Instructions to follow => When a line in the records contains the string "motion", copy that line.

Dataset entries:
################

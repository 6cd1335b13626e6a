//! How much of each limit a leg uses, and when.

use crate::motion::Shape;
use crate::motion::profile::{Limits, Profile};
use crate::plan::Plan;
use crate::rig::{Pair, RotorId};

/// The peak use of one limit.
#[derive(Clone, Copy, Debug, PartialEq)]
pub struct Peak {
    /// Share of the limit: 1 is at the limit.
    pub share: f64,
    /// The moment, in seconds of table time.
    pub at_s: f64,
}

/// The peak use of each limit of one motor over a leg.
#[derive(Clone, Copy, Debug, PartialEq)]
pub struct Peaks {
    /// Of the top speed.
    pub speed: Peak,
    /// Of the acceleration or deceleration, whichever applies at the moment.
    pub acceleration: Peak,
    /// Of the jerk; `None` where the rig sets no limit.
    pub jerk: Option<Peak>,
}

/// The peak use of the limits over one leg of a plan; `None` past the last leg.
#[must_use]
pub fn peaks(plan: &Plan, leg: usize) -> Option<Pair<Peaks>> {
    Some(Pair {
        a: of_rotor(plan, leg, RotorId::A)?,
        b: of_rotor(plan, leg, RotorId::B)?,
    })
}

fn of_rotor(plan: &Plan, index: usize, id: RotorId) -> Option<Peaks> {
    let leg = plan.legs.get(index)?;
    let one = plan.move_of(index, id)?;
    let limits = Limits::of(plan.rig.rotor(id));
    let tick = plan.tick().to_f64();
    let start = leg.start.time(plan.tick()).to_f64();
    let length = leg.ticks.time(plan.tick()).to_f64();
    debug_assert!(tick > 0.0);
    let peak = |share: f64, u: f64| Peak {
        share,
        at_s: start + u * length,
    };
    let has_jerk = limits.jerk.is_finite();
    if one.shape == Shape::Hold {
        return Some(Peaks {
            speed: peak(one.from.to_f64().abs() / limits.speed, 0.0),
            acceleration: peak(0.0, 0.0),
            jerk: has_jerk.then(|| peak(0.0, 0.0)),
        });
    }
    let profile = Profile::of(&one, plan.tick());
    let speed = profile.speed_peak();
    let acceleration = profile.acceleration_peak(&limits);
    let jerk = profile.jerk_peak();
    Some(Peaks {
        speed: peak(speed.value / limits.speed, speed.u),
        acceleration: peak(acceleration.share, acceleration.u),
        jerk: has_jerk.then(|| peak(jerk.value / limits.jerk, jerk.u)),
    })
}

################

Solution to this problem =>
use crate::motion::Shape;
use crate::motion::profile::{Limits, Profile};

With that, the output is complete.